Los mesoamericanos fueron los mayores cultivadores de la historia, pero de todas sus numerosas innovaciones hortícolas, ninguna ha sido más importante o inesperada como la creación del maíz. Seguimos sin tener ni idea de cómo lo hicieron. Si observamos las formas primitivas de cebada, arroz o trigo y las comparamos con sus contrapartidas modernas, vemos enseguida las afinidades. Pero el maíz salvaje no se parece en nada al maíz moderno. Genéticamente, su pariente más próximo es una hierba muy fina llamada teosinte, pero más allá del nivel similar de cromosomas no existe parentesco visible. El maíz crece en forma de robusta mazorca en un único tallo y sus granos quedan encerrados en el interior de una cáscara rígida y protectora. Una mazorca de teosinte, en comparación, mide poco más de dos centímetros de largo, carece de cáscara y crece en múltiples tallos. Su valor alimenticio es casi nulo; un grano de maíz es más nutritivo que una mazorca entera de teosinte.

Queda fuera de nuestro alcance adivinar cómo alguien consiguió cultivar mazorcas de maíz a partir de una planta tan diminuta y poco propicia, o incluso cómo se le ocurrió intentarlo.

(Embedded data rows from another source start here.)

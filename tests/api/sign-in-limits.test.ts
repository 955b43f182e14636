import request from 'supertest';
import { describe, expect, it } from 'vitest';
import { verifyPassword } from '../../server/auth/passwords';
import { seedDemo } from '../../server/db/seedDemo';
import { PEOPLE } from '../../server/db/demoScenario';
import { OutboxMessage, User } from '../../server/models';
import { PASSWORD, buildUser, call, signIn, useApi } from '../helpers/api';

const attempt = (app: Parameters<typeof request>[0], email: string, password: string, address: string) =>
  request(app).post('/api/v1/session').set('X-Forwarded-For', address).send({ email, password });

describe('sign-in limits a stranger cannot turn against the owner', () => {
  const ctx = useApi({ trustProxy: true, signInLimitPerAccountAddress: 3, signInLimitPerAccount: 6, signInLimitPerAddress: 10_000 });

  it('locks out only the address that guessed wrong, not the owner signing in from elsewhere', async () => {
    const owner = await buildUser();
    for (let i = 0; i < 3; i++) expect((await attempt(ctx.app, owner.email, 'not-the-password', '198.51.100.7')).status).toBe(401);
    const stranger = await attempt(ctx.app, owner.email, PASSWORD, '198.51.100.7');
    expect(stranger.status).toBe(429);
    expect(stranger.body.error.code).toBe('rate_limited');
    expect(Number(stranger.headers['retry-after'])).toBeGreaterThan(0);
    // The same account from the owner's own address is untouched.
    expect((await attempt(ctx.app, owner.email, PASSWORD, '203.0.113.20')).status).toBe(200);
  });

  it('slows an account guessed from many addresses, but not in a browser that signed in to it before', async () => {
    const owner = await buildUser();
    // The owner's browser signed in last week and signed out; it keeps the known-device cookie.
    const browser = request.agent(ctx.app);
    const first = await browser.post('/api/v1/session').set('X-Forwarded-For', '203.0.113.30').send({ email: owner.email, password: PASSWORD });
    expect(first.status).toBe(200);
    expect(String(first.headers['set-cookie'])).toMatch(
      /parapet\.known=\d+\.[A-Za-z0-9_-]{43}; Max-Age=\d+; Path=\/api\/v1\/session; Expires=[^;]+; HttpOnly; SameSite=Lax/,
    );
    await browser.delete('/api/v1/session').set('X-CSRF-Token', first.body.csrfToken);

    // Six strangers, two wrong guesses each: below the per-address limit, at the account's limit.
    for (let i = 0; i < 6; i++) expect((await attempt(ctx.app, owner.email, `wrong-guess-${i}`, `192.0.2.${10 + i}`)).status).toBe(401);
    expect((await attempt(ctx.app, owner.email, PASSWORD, '192.0.2.99')).status).toBe(429); // a fresh address, no cookie
    const known = await browser.post('/api/v1/session').set('X-Forwarded-For', '203.0.113.31').send({ email: owner.email, password: PASSWORD });
    expect(known.status).toBe(200);
    expect(known.body.user.id).toBe(owner.id);
  });

  it('does not let one account’s known-device cookie open the limit of another', async () => {
    const mine = await buildUser();
    const theirs = await buildUser();
    const browser = request.agent(ctx.app);
    expect((await browser.post('/api/v1/session').set('X-Forwarded-For', '203.0.113.40').send({ email: mine.email, password: PASSWORD })).status).toBe(200);
    for (let i = 0; i < 6; i++) await attempt(ctx.app, theirs.email, `wrong-guess-${i}`, `192.0.2.${30 + i}`);
    const res = await browser.post('/api/v1/session').set('X-Forwarded-For', '203.0.113.41').send({ email: theirs.email, password: PASSWORD });
    expect(res.status).toBe(429);
  });
});

describe('changing a password', () => {
  const ctx = useApi({ passwordChangeLimit: 3, demoMode: false, demoPassword: 'parapet-demo' });

  it('limits wrong current passwords per person (429), while other mistakes do not count', async () => {
    const agent = await signIn(ctx, await buildUser());
    for (let i = 0; i < 4; i++) {
      const weak = await call(agent, 'post', '/api/v1/me/password', { currentPassword: PASSWORD, newPassword: 'short' });
      expect(weak.status).toBe(400); // not a guess at the current password
    }
    for (let i = 0; i < 3; i++) {
      const res = await call(agent, 'post', '/api/v1/me/password', { currentPassword: `guess-${i}`, newPassword: 'quartz-lantern-meadow-91' });
      expect(res.status).toBe(400);
      expect(res.body.error.details).toEqual([{ path: 'currentPassword', message: 'currentPassword does not match your current password' }]);
    }
    const limited = await call(agent, 'post', '/api/v1/me/password', { currentPassword: PASSWORD, newPassword: 'quartz-lantern-meadow-91' });
    expect(limited.status).toBe(429);
    expect(limited.body.error.code).toBe('rate_limited');
    expect(Number(limited.headers['retry-after'])).toBeGreaterThan(0);
    // Another person is not affected.
    const other = await signIn(ctx, await buildUser());
    expect((await call(other, 'post', '/api/v1/me/password', { currentPassword: PASSWORD, newPassword: 'quartz-lantern-meadow-91' })).status).toBe(204);
  });

  it('refuses the published demo password outside the demo, in any case', async () => {
    const agent = await signIn(ctx, await buildUser());
    for (const newPassword of ['parapet-demo', 'PARAPET-DEMO']) {
      const res = await call(agent, 'post', '/api/v1/me/password', { currentPassword: PASSWORD, newPassword });
      expect(res.status).toBe(400);
      expect(res.body.error.details).toEqual([{ path: 'newPassword', message: 'newPassword is the published demo password; choose one of your own' }]);
    }
  });

  it('holds admin-created accounts to the same checks: not the demo password, not the person’s own name', async () => {
    const admin = await signIn(ctx, await buildUser({ role: 'admin' }));
    const person = { email: 'marigold.fenwick@lindenfall.example', name: 'Marigold Fenwick', role: 'host' };
    const demo = await call(admin, 'post', '/api/v1/users', { ...person, password: 'parapet-demo' });
    expect(demo.status).toBe(400);
    expect(demo.body.error.details).toEqual([{ path: 'password', message: 'password is the published demo password; choose one of your own' }]);
    const ownName = await call(admin, 'post', '/api/v1/users', { ...person, password: 'marigold-fenwick-2026' });
    expect(ownName.status).toBe(400);
    expect(ownName.body.error.details).toEqual([
      { path: 'password', message: 'password is mostly your own name or e-mail address; use words that have nothing to do with you' },
    ]);
    expect(await User.count({ where: { email: person.email } })).toBe(0);
    const ok = await call(admin, 'post', '/api/v1/users', { ...person, password: 'quartz-lantern-meadow-91' });
    expect(ok.status).toBe(201);
  });
});

describe('the demo', () => {
  const ctx = useApi({ demoMode: true, demoPassword: 'parapet-demo' });

  it('accepts the demo password where start.sh says this is the demo', async () => {
    const agent = await signIn(ctx, await buildUser());
    expect((await call(agent, 'post', '/api/v1/me/password', { currentPassword: PASSWORD, newPassword: 'parapet-demo' })).status).toBe(204);
  });

  it('gives every demo account a hash and salt of its own', async () => {
    await ctx.sequelize.query('TRUNCATE users RESTART IDENTITY CASCADE');
    expect(await seedDemo('parapet-demo')).toBe('loaded');
    const people = await User.findAll({ where: { email: PEOPLE.map((p) => p.email) } });
    expect(people).toHaveLength(PEOPLE.length);
    const hashes = people.map((p) => p.passwordHash!);
    const salts = hashes.map((h) => h.split('$')[4]);
    expect(new Set(hashes).size).toBe(PEOPLE.length);
    expect(new Set(salts).size).toBe(PEOPLE.length);
    for (const h of hashes) expect(await verifyPassword(h, 'parapet-demo')).toBe(true);
  });
});

describe('password-reset requests', () => {
  const ctx = useApi({ passwordResetMinMs: 300 });

  it('answer known and unknown addresses alike, after the same minimum time, and mail only the known one', async () => {
    const known = await buildUser();
    const timed = async (email: string) => {
      const started = performance.now();
      const res = await request(ctx.app).post('/api/v1/password-resets').send({ email });
      return { res, ms: performance.now() - started };
    };
    const a = await timed(known.email);
    const b = await timed('nobody-here@example.test');
    expect(a.res.status).toBe(202);
    expect(b.res.status).toBe(202);
    expect(b.res.body).toEqual(a.res.body);
    // Both waited at least the configured floor (PASSWORD_RESET_MIN_MS), the unknown one included.
    expect(a.ms).toBeGreaterThanOrEqual(295);
    expect(b.ms).toBeGreaterThanOrEqual(295);
    expect(await OutboxMessage.count({ where: { kind: 'password-reset' } })).toBe(1);
  });
});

En 1969, y con la idea de cerrar el tema de una vez por todas, un grupo de científicos del mundo entero especializados en alimentación convocaron la conferencia sobre el origen del maíz en la Universidad de Illinois, pero los debates se tornaron tan vituperiosos y agrios, y personales en muchas ocasiones, que la conferencia acabó sumida en el caos y nunca llegó a publicarse ningún tipo de documento. Desde entonces no ha habido más intentos. Pero los científicos están bastante seguros de que el maíz se domesticó en primer lugar en las planicies del oeste de México y no tienen la menor duda, gracias a las convincentes maravillas de la genética, de que fue a partir del teosinte, pero cómo se hizo todo sigue siendo el eterno misterio.

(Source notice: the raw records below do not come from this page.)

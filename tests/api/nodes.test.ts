import request from 'supertest';
import { describe, expect, it } from 'vitest';
import { Node, Radio } from '../../server/models';
import { buildUser, call, ids, SIGNED_OUT, signIn, useApi } from '../helpers/api';
import { buildNeighbourhood, buildNode, buildRadio, buildSite } from '../helpers/factories';

const MANAGE = 'Only admins and the operators of its neighbourhood change this node.';
const UPLINK = 'Only admins mark which nodes carry the uplink.';

describe('nodes API', () => {
  const ctx = useApi();
  const admin = async () => signIn(ctx, await buildUser({ role: 'admin' }));
  /** An operator with a neighbourhood of their own and a site in it. */
  async function operatorWithSite() {
    const user = await buildUser({ role: 'operator' });
    const hood = await buildNeighbourhood({ operators: [user] });
    const site = await buildSite({ neighbourhoodId: hood.id });
    return { user, hood, site, agent: await signIn(ctx, user) };
  }

  describe('signed out', () => {
    it.each([
      ['lists', 'get', '/api/v1/nodes'],
      ['reads', 'get', '/api/v1/nodes/1'],
      ['creates', 'post', '/api/v1/nodes'],
      ['updates', 'patch', '/api/v1/nodes/1'],
      ['deletes', 'delete', '/api/v1/nodes/1'],
    ] as const)('a signed-out caller who %s nodes gets 401', async (_what, method, url) => {
      const res = await call(request(ctx.app), method, url, method === 'post' || method === 'patch' ? { name: 'n', siteId: 1 } : undefined);
      expect(res.status).toBe(401);
      expect(res.body).toEqual({ error: SIGNED_OUT });
    });
  });

  describe('invalid input', () => {
    it.each([
      ['name', '', 'name must not be empty'],
      ['name', undefined, 'name is required'],
      ['siteId', 'roof', 'siteId must be a number'],
      ['neighbourhoodId', -1, 'neighbourhoodId must be a positive id'],
      ['reportIntervalS', 5, 'reportIntervalS must be at least 10 s'],
      ['reportIntervalS', 3601, 'reportIntervalS must be at most 3600 s'],
      ['reportIntervalS', 30.5, 'reportIntervalS must be a whole number of seconds'],
      ['managementAddress', '300.1.1.1', 'managementAddress must be an IPv4 address like 10.20.1.1'],
      ['managementAddress', '10.0.0', 'managementAddress must be an IPv4 address like 10.20.1.1'],
      ['hardware', 'h'.repeat(121), 'hardware must be at most 120 characters'],
      ['isUplink', 'yes', 'isUplink must be true or false'],
    ])('creating a node with %s = %j answers 400 "%s"', async (field, value, message) => {
      const site = await buildSite();
      const res = await call(await admin(), 'post', '/api/v1/nodes', { name: 'Granary', siteId: site.id, [field]: value });
      expect(res.status).toBe(400);
      expect(res.body.error).toEqual({ code: 'invalid_input', message: `The request body is invalid: ${message}.`, details: [{ path: field, message }] });
    });

    it('refuses a report interval of 5 s on update and keeps the old one', async () => {
      const node = await buildNode();
      const res = await call(await admin(), 'patch', `/api/v1/nodes/${node.id}`, { reportIntervalS: 5 });
      expect(res.status).toBe(400);
      expect(res.body.error.details).toEqual([{ path: 'reportIntervalS', message: 'reportIntervalS must be at least 10 s' }]);
      expect((await Node.findByPk(node.id))!.reportIntervalS).toBe(60);
    });

    it.each(['get', 'patch', 'delete'] as const)('answers 400 to %s with a non-numeric id in the path', async (method) => {
      const res = await call(await admin(), method, '/api/v1/nodes/node-7', method === 'patch' ? { name: 'x' } : undefined);
      expect(res.status).toBe(400);
      expect(res.body.error).toEqual({
        code: 'invalid_input',
        message: 'The address is invalid: id must be a number.',
        details: [{ path: 'id', message: 'id must be a number' }],
      });
    });

    it.each([
      ['state=asleep', 'The query is invalid: state must be one of online, degraded, offline, maintenance, unknown, stranded.', 'state'],
      ['pageSize=501', 'The query is invalid: pageSize must be at most 500.', 'pageSize'],
      ['sort=-colour', 'Cannot sort by "colour". Sort by one of: name, state, neighbourhoodId, siteId, lastSeenAt, reportIntervalS, createdAt, id.', 'sort'],
    ])('refuses the list query %s with 400', async (query, message, path) => {
      const res = await (await admin()).get(`/api/v1/nodes?${query}`);
      expect(res.status).toBe(400);
      expect(res.body.error.message).toBe(message);
      expect(res.body.error.details.map((d: { path: string }) => d.path)).toEqual([path]);
    });
  });

  describe('who may do what', () => {
    it('hides a node from an operator of another neighbourhood (404 to read, change or remove)', async () => {
      const { agent } = await operatorWithSite();
      const node = await buildNode();
      for (const method of ['get', 'patch', 'delete'] as const) {
        const res = await call(agent, method, `/api/v1/nodes/${node.id}`, method === 'patch' ? { name: 'taken-over' } : undefined);
        expect(res.status).toBe(404);
        expect(res.body.error).toEqual({ code: 'not_found', message: `Node ${node.id} was not found.` });
      }
    });

    it('lets the host of its site read a node, but not change or remove it (403)', async () => {
      const host = await buildUser({ role: 'host' });
      const node = await buildNode({ siteId: (await buildSite({ hostUserId: host.id })).id });
      const agent = await signIn(ctx, host);
      const read = await agent.get(`/api/v1/nodes/${node.id}`);
      expect(read.status).toBe(200);
      expect(read.body.data.abilities).toEqual({ update: false, delete: false });
      for (const method of ['patch', 'delete'] as const) {
        const res = await call(agent, method, `/api/v1/nodes/${node.id}`, method === 'patch' ? { reportIntervalS: 120 } : undefined);
        expect(res.status).toBe(403);
        expect(res.body.error).toEqual({ code: 'forbidden', message: MANAGE });
      }
      expect(await Node.findByPk(node.id)).toMatchObject({ reportIntervalS: 60 });
    });

    it('answers 403 when a host adds a node to the site they host, 404 when anyone adds one to a site they cannot see', async () => {
      const host = await buildUser({ role: 'host' });
      const hosted = await buildSite({ hostUserId: host.id });
      const forbidden = await call(await signIn(ctx, host), 'post', '/api/v1/nodes', { name: 'porch-node', siteId: hosted.id });
      expect(forbidden.status).toBe(403);
      expect(forbidden.body.error).toEqual({ code: 'forbidden', message: 'Only admins and the operators of that neighbourhood add nodes to it.' });
      const { agent } = await operatorWithSite();
      const hidden = await call(agent, 'post', '/api/v1/nodes', { name: 'porch-node', siteId: hosted.id });
      expect(hidden.status).toBe(404);
      expect(hidden.body.error).toEqual({ code: 'not_found', message: `Site ${hosted.id} was not found.` });
      expect(await Node.count({ where: { siteId: hosted.id } })).toBe(0);
    });

    it('answers 404 when an operator puts their node into a neighbourhood they cannot see', async () => {
      const { site, agent } = await operatorWithSite();
      const other = await buildNeighbourhood();
      const res = await call(agent, 'post', '/api/v1/nodes', { name: 'stray', siteId: site.id, neighbourhoodId: other.id });
      expect(res.status).toBe(404);
      expect(res.body.error.message).toBe(`Neighbourhood ${other.id} was not found.`);
    });

    it('hides every node from a host who hosts nothing', async () => {
      await buildNode();
      const res = await (await signIn(ctx, await buildUser({ role: 'host' }))).get('/api/v1/nodes');
      expect(res.body).toEqual({ data: [], pagination: { page: 1, pageSize: 50, total: 0 }, abilities: { create: false } });
    });
  });

  describe('the uplink flag', () => {
    it('refuses an operator who marks a new node as an uplink (403)', async () => {
      const { site, agent } = await operatorWithSite();
      const res = await call(agent, 'post', '/api/v1/nodes', { name: 'upstream-1', siteId: site.id, isUplink: true });
      expect(res.status).toBe(403);
      expect(res.body.error).toEqual({ code: 'forbidden', message: UPLINK });
      expect(await Node.count({ where: { siteId: site.id } })).toBe(0);
    });

    it('accepts an operator’s new node whose form says "not an uplink"', async () => {
      const { site, agent } = await operatorWithSite();
      const res = await call(agent, 'post', '/api/v1/nodes', { name: 'plain-node', siteId: site.id, isUplink: false });
      expect(res.status).toBe(201);
      expect(res.body.data.isUplink).toBe(false);
    });

    it('refuses an operator who flips the flag on an existing node (403), but not an edit that leaves it alone', async () => {
      const { site, agent } = await operatorWithSite();
      const node = await buildNode({ siteId: site.id });
      const flip = await call(agent, 'patch', `/api/v1/nodes/${node.id}`, { isUplink: true });
      expect(flip.status).toBe(403);
      expect(flip.body.error.message).toBe(UPLINK);
      const same = await call(agent, 'patch', `/api/v1/nodes/${node.id}`, { isUplink: false, firmware: '2.1' });
      expect(same.status).toBe(200);
      expect(same.body.data).toMatchObject({ isUplink: false, firmware: '2.1' });
    });

    it('lets an admin mark and unmark an uplink', async () => {
      const agent = await admin();
      const site = await buildSite();
      const made = await call(agent, 'post', '/api/v1/nodes', { name: 'gateway', siteId: site.id, isUplink: true });
      expect(made.status).toBe(201);
      expect(made.body.data.isUplink).toBe(true);
      const unmarked = await call(agent, 'patch', `/api/v1/nodes/${made.body.data.id}`, { isUplink: false });
      expect(unmarked.body.data.isUplink).toBe(false);
    });
  });

  describe('happy paths', () => {
    it('POST {name, siteId} gives 201 and the site’s neighbourhood', async () => {
      const { site, hood, agent } = await operatorWithSite();
      const res = await call(agent, 'post', '/api/v1/nodes', { name: 'loft-node', siteId: site.id });
      expect(res.status).toBe(201);
      expect(Object.keys(res.body)).toEqual(['data']);
      expect(res.body.data).toMatchObject({
        id: expect.any(Number),
        name: 'loft-node',
        siteId: site.id,
        neighbourhoodId: hood.id,
        hardware: null,
        firmware: null,
        managementAddress: null,
        reportIntervalS: 60,
        isUplink: false,
        state: 'unknown',
        stateSince: null,
        lastSeenAt: null,
        abilities: { update: true, delete: true },
      });
    });

    it('lets an admin place a node in a neighbourhood other than its site’s', async () => {
      const site = await buildSite();
      const other = await buildNeighbourhood();
      const res = await call(await admin(), 'post', '/api/v1/nodes', { name: 'border-node', siteId: site.id, neighbourhoodId: other.id, reportIntervalS: 30 });
      expect(res.status).toBe(201);
      expect(res.body.data).toMatchObject({ neighbourhoodId: other.id, siteId: site.id, reportIntervalS: 30 });
    });

    it('reads one node as {data} with id, name, state and lastSeenAt', async () => {
      const node = await buildNode({ name: 'bakery-node' });
      const res = await (await admin()).get(`/api/v1/nodes/${node.id}`);
      expect(res.status).toBe(200);
      expect(res.body.data).toMatchObject({ id: node.id, name: 'bakery-node', state: 'unknown', lastSeenAt: null });
    });

    it('changes only what is sent: setting firmware keeps a 120 s report interval', async () => {
      const node = await buildNode();
      await node.update({ reportIntervalS: 120, managementAddress: '10.20.1.1' });
      const res = await call(await admin(), 'patch', `/api/v1/nodes/${node.id}`, { firmware: 'v3' });
      expect(res.status).toBe(200);
      expect(res.body.data).toMatchObject({ firmware: 'v3', reportIntervalS: 120, managementAddress: '10.20.1.1' });
    });

    it('removes a node with 204, taking its radios with it', async () => {
      const radio = await buildRadio();
      const agent = await admin();
      const res = await call(agent, 'delete', `/api/v1/nodes/${radio.nodeId}`);
      expect(res.status).toBe(204);
      expect(await Radio.findByPk(radio.id)).toBeNull();
      expect((await agent.get(`/api/v1/nodes/${radio.nodeId}`)).status).toBe(404);
    });

    it('refuses the same node name twice across the network, whatever the case (409)', async () => {
      const agent = await admin();
      await buildNode({ name: 'church-tower' });
      const site = await buildSite();
      const res = await call(agent, 'post', '/api/v1/nodes', { name: 'Church-Tower', siteId: site.id });
      expect(res.status).toBe(409);
      expect(res.body.error).toEqual({
        code: 'duplicate',
        message: 'A node named "Church-Tower" already exists; node names are unique across the network. Choose another name.',
      });
    });
  });

  describe('pagination, sorting, filters and search on the server', () => {
    it('pageSize=2&sort=-name within a site gives the right two and a total of 3', async () => {
      const site = await buildSite();
      const [a, b, c] = [
        await buildNode({ siteId: site.id, name: 'aa-node' }),
        await buildNode({ siteId: site.id, name: 'bb-node' }),
        await buildNode({ siteId: site.id, name: 'cc-node' }),
      ];
      await buildNode();
      const agent = await admin();
      const res = await agent.get(`/api/v1/nodes?siteId=${site.id}&pageSize=2&sort=-name`);
      expect(ids(res.body)).toEqual([c.id, b.id]);
      expect(res.body.pagination).toEqual({ page: 1, pageSize: 2, total: 3 });
      expect(ids((await agent.get(`/api/v1/nodes?siteId=${site.id}&pageSize=2&page=2&sort=-name`)).body)).toEqual([a.id]);
    });

    it('filters by state and neighbourhood, and searches hardware with q', async () => {
      const hood = await buildNeighbourhood();
      const offline = await buildNode({ neighbourhoodId: hood.id });
      await offline.update({ state: 'offline', hardware: 'Rooftop Dish X2' });
      const online = await buildNode({ neighbourhoodId: hood.id });
      await online.update({ state: 'online' });
      const agent = await admin();
      expect(ids((await agent.get(`/api/v1/nodes?neighbourhoodId=${hood.id}&state=offline`)).body)).toEqual([offline.id]);
      expect(ids((await agent.get(`/api/v1/nodes?neighbourhoodId=${hood.id}&q=dish%20x2`)).body)).toEqual([offline.id]);
      const byState = await agent.get(`/api/v1/nodes?neighbourhoodId=${hood.id}&sort=-state`);
      expect(byState.body.data.map((n: { state: string }) => n.state)).toEqual(['online', 'offline']);
    });

    it('an operator’s list holds only their neighbourhood’s nodes', async () => {
      const { site, agent } = await operatorWithSite();
      const mine = await buildNode({ siteId: site.id });
      await buildNode();
      const res = await agent.get('/api/v1/nodes');
      expect(ids(res.body)).toEqual([mine.id]);
      expect(res.body.abilities).toEqual({ create: true });
    });
  });
});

Pero se logró, crearon la primera planta del mundo resultado de la ingeniería, una planta tan profundamente manipulada que ahora depende por completo de nosotros para su supervivencia. Los granos de maíz no se desprenden por sí solos de la mazorca, razón por la cual el maíz no existiría si el hombre no lo arrancara y lo plantara. Si el hombre no lo hubiera atendido constantemente durante estos miles de años, el maíz se habría extinguido. Los inventores del maíz no solo crearon un nuevo tipo de planta, sino que además crearon —concibiéndolo a partir de nada, en realidad— un nuevo tipo de ecosistema que no existía en ninguna parte de su mundo. En Mesopotamia, había ya prados naturales, por lo que el cultivo fue básicamente una cuestión de transformar campos de cereales naturales en campos de cereales mejores y controlados. Pero en la árida maleza de América Central, los campos eran desconocidos. Tuvieron que ser creados a partir de cero por gente que jamás había visto una cosa parecida. Fue como si alguien en pleno desierto se imaginara un prado.

Hoy en día, el maíz es mucho más indispensable de lo que la gente cree. La fécula de maíz se utiliza en la fabricación de bebidas con gas, chicles, helados, mantequilla de cacahuete, kétchup, pintura para vehículos, líquido para embalsamar, pólvora, insecticidas, desodorantes, jabón, patatas fritas, apósitos quirúrgicos, laca de uñas, polvos desodorantes para los pies, aliños para ensaladas y varios cientos de cosas más. Tomando prestadas las palabras de Michael Pollan, no es tanto que hayamos domesticado el maíz como que el maíz nos ha domesticado a nosotros.